No Such Nonsense

A little of this, that and... what was I talking about again? It's TV, sports, pop culture and politics - all the stuff that really matters in life.

Monday, February 05, 2007

Indianapolis 29, Chicago 17

Well, it was a good day to be a Colts fan. It was a wet, sloppy, fumble-filled day, but a good day nonetheless. Peyton Manning, Tony Dungy and the rest of the Colts were finally good enough. The Chicago offense - which managed one touchdown and 11 first downs - couldn't get it done, though Devin Hester's opening run-back on special teams was a thing of beauty. No wonder the Colts squibbed for the rest of the day - that guy's a beast.

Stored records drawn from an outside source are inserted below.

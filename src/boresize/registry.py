"""Registries that hooks fill: one object per id, with the plugin that added it.

A hook implementation receives a registry already bound to its plugin's name, so a duplicate id
can be rejected with an error that names both plugins.
"""

from __future__ import annotations

from collections.abc import Callable, Iterator
from typing import Any, Generic, TypeVar

from boresize.errors import PluginError

T = TypeVar("T")

__all__ = ["Registry", "CriterionRegistry", "BackendRegistry", "PipeClassRegistry"]


class Registry(Generic[T]):
    """Objects by id, in registration order, each remembering the plugin that added it.

    :param kind: what is registered ("criterion", "property backend", "pipe class"), for messages
    :param key: how to read an object's id
    :param check: validates an object before it is accepted (raises PluginError)
    """

    def __init__(self, kind: str, key: Callable[[T], str], check: Callable[[T], None] | None = None) -> None:
        self.kind = kind
        self._key = key
        self._check = check
        self._items: dict[str, T] = {}
        self._owners: dict[str, str] = {}
        self._plugin = "<unknown>"

    def bound_to(self, plugin_name: str) -> Registry[T]:
        """Set the plugin whose hook is about to run; returns self for the hook call."""
        self._plugin = plugin_name
        return self

    def add(self, item: T) -> None:
        """Register ``item``; a second item with the same id raises PluginError naming both plugins."""
        try:
            ident = self._key(item)
        except AttributeError as exc:
            raise PluginError(
                f"plugin {self._plugin!r} registered a {self.kind} without an id: {item!r}"
            ) from exc
        if ident in self._items:
            raise PluginError(
                f"{self.kind} id {ident!r} is registered twice: by plugin {self._owners[ident]!r} "
                f"and by plugin {self._plugin!r}; uninstall one of them or rename the id"
            )
        if self._check is not None:
            self._check(item)
        self._items[ident] = item
        self._owners[ident] = self._plugin

    def get(self, ident: str) -> T:
        try:
            return self._items[ident]
        except KeyError:
            raise KeyError(ident) from None

    def owner(self, ident: str) -> str:
        return self._owners[ident]

    def ids(self) -> tuple[str, ...]:
        return tuple(self._items)

    def __contains__(self, ident: object) -> bool:
        return ident in self._items

    def __iter__(self) -> Iterator[T]:
        return iter(self._items.values())

    def __len__(self) -> int:
        return len(self._items)


def _check_criterion(item: Any) -> None:
    missing = [name for name in ("id", "title", "phases", "options", "evaluate") if not hasattr(item, name)]
    if missing:
        raise PluginError(f"criterion {getattr(item, 'id', item)!r} lacks {', '.join(missing)}")


def _check_backend(item: Any) -> None:
    missing = [name for name in ("id", "title", "handles", "state", "version") if not hasattr(item, name)]
    if missing:
        raise PluginError(f"property backend {getattr(item, 'id', item)!r} lacks {', '.join(missing)}")


class CriterionRegistry(Registry[Any]):
    def __init__(self) -> None:
        super().__init__("criterion", lambda c: c.id, _check_criterion)


class BackendRegistry(Registry[Any]):
    def __init__(self) -> None:
        super().__init__("property backend", lambda b: b.id, _check_backend)


class PipeClassRegistry(Registry[Any]):
    def __init__(self) -> None:
        super().__init__("pipe class", lambda p: p.name)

So, Manning's into the Hall of Fame for certain - twice a regular-season MVP, he's now got a ring and a Superbowl MVP to boot. All that talk about being a choker, unable to win the big game, is over. Poor, poor Dan Marino is now back to being undisputed as the best QB to never win a Superbowl. Had to happen in Miami, too. That's gotta sting a bit.

As to the MVP award, Hubby, Randy and I started talking about who should win around the middle of the third quarter and kind of agreed that Dominic Rhodes deserved it - the guy had the game of his career, for Pete's sake. Then, Bob Sanders, who had been pretty stellar up to that point anyway, made a critical interception to close the door on the Bears. Personally, I would have given it to Sanders. But defensive players rarely get the Superbowl MVP (Ray Lewis notwithstanding). So I figured it was going to be Manning's day. With a few good candidates and no one single dominating performance, the default is the QB. So it has always been, so it shall always be. Just ask Tom Brady. Or better yet, ask Ty Law and Rodney Harrison.

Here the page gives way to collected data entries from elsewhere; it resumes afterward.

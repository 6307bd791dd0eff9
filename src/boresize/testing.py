"""Helpers for testing a plugin: a criterion's context or verdict for a line at one NPS, or a line sized with
the plugin, each in one call.

The fluid state, the candidate and its hydraulics are worked out the real way: the line is checked at the
given size through :func:`boresize.api.check`, exactly as a sizing run rates that size. The engine holds the
built-in plugins, the ``plugins`` given (as an installed entry point would load them; installed entry points are
left out) and the services of ``criteria`` (the shipped sets when None)::

    from boresize.testing import run_criterion

    result = run_criterion(RackMinimumSize(), {"tag": "U-1", "fluid": "water", "flow": "0.5 t/h",
                                               "pressure": "4 barg", "temperature": "20 degC"}, "1-1/2",
                           options={"min_nps": 2})
    assert result.status == "fail"
"""

from __future__ import annotations

from collections.abc import Iterable, Mapping
from dataclasses import replace
from pathlib import Path
from typing import TYPE_CHECKING, Any, Union

from boresize.api import check, make_line, size
from boresize.api.result import SizingResult
from boresize.criteria.base import CriterionContext, parse_options
from boresize.errors import BoresizeError, InputError, PluginError
from boresize.model import Line, Verdict
from boresize.plugins import PluginHost
from boresize.registry import check_criterion
from boresize.sizing.selection import verdict_fault
from boresize.sizing.service_phase import phase_group

if TYPE_CHECKING:
    from boresize.criteria.protocol import CriterionProtocol
    from boresize.sizing.engine import Sizer

__all__ = ["LineInput", "criterion_context", "run_criterion", "size_line", "plugin_sizer"]

#: A Line, or the keyword arguments of :func:`boresize.make_line` (text values such as ``"45 t/h"``).
LineInput = Union[Line, Mapping[str, Any]]


def plugin_sizer(plugins: Iterable[object] = (), criteria: str | Path | None = None) -> Sizer:
    """An engine with the built-in plugins, then ``plugins``, and the services of ``criteria``.

    :param plugins: plugin modules or objects, registered as an installed entry point would be
    :raises PluginError: a plugin registers something that breaks the contract
    :raises CriteriaFileError: the criteria file names a criterion, option or pipe class these plugins lack
    """
    from boresize.sizing.engine import Sizer

    return Sizer(PluginHost.load(load_entry_points=False, extra=plugins), criteria_file=criteria)




def criterion_context(line: LineInput, nps: str | float, *, criterion: CriterionProtocol | None = None,
                      options: Mapping[str, object] | None = None, schedule: str | int | None = None,
                      plugins: Iterable[object] = (), criteria: str | Path | None = None,
                      sizer: Sizer | None = None) -> CriterionContext:
    """The context a criterion receives for ``line`` at ``nps`` (in ``schedule``, else the pipe class's).

    :param line: a Line, or make_line's keyword arguments (``{"tag": "P-1", "fluid": "water", ...}``)
    :param criterion: the criterion whose option specs read ``options`` (defaults filled in, SI floats)
    :param options: the criterion's options as a criteria file gives them (``{"max": "3 m/s"}``)
    :param plugins: plugin modules or objects the engine registers (their backends, pipe classes, criteria)
    :param criteria: a criteria TOML whose services and pipe classes the engine uses
    :param sizer: an engine to use instead of one built from ``plugins`` and ``criteria`` (build it once with
        :func:`plugin_sizer` for many calls: a new engine loads its property backends again)
    :raises InputError: the line or the options cannot be read, or the line cannot be rated at ``nps``
    :raises BoresizeError: the engine could not rate the line (a property backend's fault, for example)
    """
    given = _line(line)
    result = check(given, nps, schedule=schedule, plugins=False, sizer=_engine(plugins, criteria, sizer))
    if result.selected is None or result.state is None or result.line is None:
        result.raise_for_error()
        raise BoresizeError(f"line {given.tag}: no rated candidate at NPS {nps}")  # pragma: no cover - defensive
    seen = replace(result.line, nps=given.nps, schedule=given.schedule)  # as a sizing run gives it
    service = result.service or ""
    return CriterionContext(seen, result.state, result.selected.candidate, result.selected.hydraulics,
                            _options(criterion, options, service), service)


def run_criterion(criterion: CriterionProtocol, line: LineInput, nps: str | float, *,
                  options: Mapping[str, object] | None = None, schedule: str | int | None = None,
                  plugins: Iterable[object] = (), criteria: str | Path | None = None,
                  sizer: Sizer | None = None) -> Verdict:
    """Evaluate ``criterion`` on ``line`` at ``nps`` and return its Verdict (see :func:`criterion_context`).

    The criterion is first checked as registration checks it, and its Verdict as the engine checks it; an
    exception raised by ``evaluate`` reaches the test as it is (the engine would turn it into an ``error``
    verdict).

    :raises PluginError: the criterion breaks the protocol, or returns something that is not a valid Verdict
    :raises InputError: the line's phase at its conditions is not one the criterion judges
    """
    check_criterion(criterion, type(criterion).__module__)
    context = criterion_context(line, nps, criterion=criterion, options=options, schedule=schedule,
                                plugins=plugins, criteria=criteria, sizer=sizer)
    phase = context.state.phase
    if phase not in criterion.phases and phase_group(phase) not in criterion.phases:
        raise InputError(f"criterion {criterion.id!r} judges {', '.join(sorted(criterion.phases))}; the engine "
                         f"does not call it for this {phase} line", field="phase", value=phase,
                         expected=f"a line whose fluid is {' or '.join(sorted(criterion.phases))} at its "
                                  "conditions", tag=context.line.tag)
    verdict = criterion.evaluate(context)
    if not isinstance(verdict, Verdict):
        raise PluginError(f"criterion {criterion.id!r} returned {type(verdict).__name__}, not a Verdict")
    fault = verdict_fault(verdict, criterion.id)
    if fault:
        raise PluginError(f"criterion {criterion.id!r} {fault}")
    return verdict


def size_line(line: LineInput, *, plugins: Iterable[object] = (), criteria: str | Path | None = None,
              nps: str | float | None = None, sizer: Sizer | None = None) -> SizingResult:
    """Size ``line`` (or check it at ``nps``, or at the NPS it gives) with ``plugins`` registered after the
    built-ins and the services of ``criteria``.

    :returns: the result of :func:`boresize.size`, errors included (``status == "error"``)
    :raises CriteriaFileError: the criteria file names a criterion, option or pipe class these plugins lack
    """
    engine, given = _engine(plugins, criteria, sizer), _line(line)
    return check(given, nps, plugins=False, sizer=engine) if nps is not None else size(given, plugins=False,
                                                                                      sizer=engine)


def _engine(plugins: Iterable[object], criteria: str | Path | None, sizer: Sizer | None) -> Sizer | None:
    """The engine to run on: the one given, a new one for ``plugins`` and ``criteria``, or None for the public
    API's own (built-in plugins, shipped sets), built once: a context for water at NPS 2 took 80 ms on a new
    engine and 0.2 ms on that one (the property backends load again in a new engine)."""
    plugins = tuple(plugins)
    if sizer is not None or (not plugins and criteria is None):
        return sizer
    return plugin_sizer(plugins, criteria)


def _line(line: LineInput) -> Line:
    if isinstance(line, Line):
        return line
    if isinstance(line, Mapping):
        return make_line(**line)
    raise InputError(f"a {type(line).__name__} is not a line", field="line", value=repr(line)[:80],
                     expected="a Line, or make_line's keyword arguments as a dict")


def _options(criterion: CriterionProtocol | None, given: Mapping[str, object] | None,
             service: str) -> dict[str, float]:
    if criterion is None:
        if given:
            raise InputError("options given without the criterion whose option specs read them", field="options",
                             value=dict(given), expected="criterion= with the options, or no options")
        return {}
    return parse_options(criterion, given or {}, f"service.{service}.{criterion.id}")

A few thoughts on the day:

Performance of the Day: Phil Simms. Normally I'm not a Simms fan - he states the obvious and is almost always wrong about which way a play review will go. But Simms was seriously on point yesterday. I shouldn't have been surprised though - he did play basically the best game of his career in the Superbowl once upon a time. Clearly, he's a big game guy, even in broadcasting.

What the Hell? of the Day: Shannon Sharpe was actually making sense in the pregame. That never happens! What magical producer was speaking in his ear this week? And where have they been all season?

Question of the Day: Dan Marino to Peyton Manning in a pregame sit-down. To paraphrase: "If you win, is it all humanly possible to make any more commercials?"

You're killing me! of the Day: CBS - a feature on the very-ill coaching legend Bill Walsh, then one on dearly departed Bears Brian Piccolo and Walter Payton, then a long, touching story on Heinz Ward and his mom. You will not make me cry CBS! I'm not crying. Damn you, CBS.


  • At 12:18 p.m., Blogger Marky Mark said…

    Didn't you think Manning was a bit off when his receivers didn't catch the ball? He seemed to be too demonstrably annoyed almost to the point of showing them up. I agree with you that others easily could have been chosen as the MVP.

    I thought Chicago got out coached.

  • At 2:17 p.m., Blogger Jenster said…

    I'd agree on both points.

    Manning does tend to get pissy when his receivers drop the ball - I think being a bit of bitch is just who he is. A few weeks ago, CBS showed awesome footage of Peyton as a little tyke playing football with some other little gaffers (who I can only assume would be Cooper and Eli). Lil' Peyton's making a run with the ball and gets horse-collared. He promptly starts the best whine at the camera tantrum I've ever seen. So, I figure once you're a cry-baby, it's always with ya.

    As to the out-coaching - I think Dungy coached a heck of a game. But he also had the better team. Flat out, raining or not, the Colts are better than the Bears. Indy has a good defense (when Sanders plays) and a really great offense. Chicago has a great defense and an okay offense with a loose cannon QB. Indy had to really screw up to lose. That said, I do think there is something to the suggestion that Dungy doesn't get credit for his intelligence in the way that some other, whiter coaches do. It's all about praising his character rather than his football smarts. Fact is, he's now build two Superbowl champions (the Bucs and the Colts).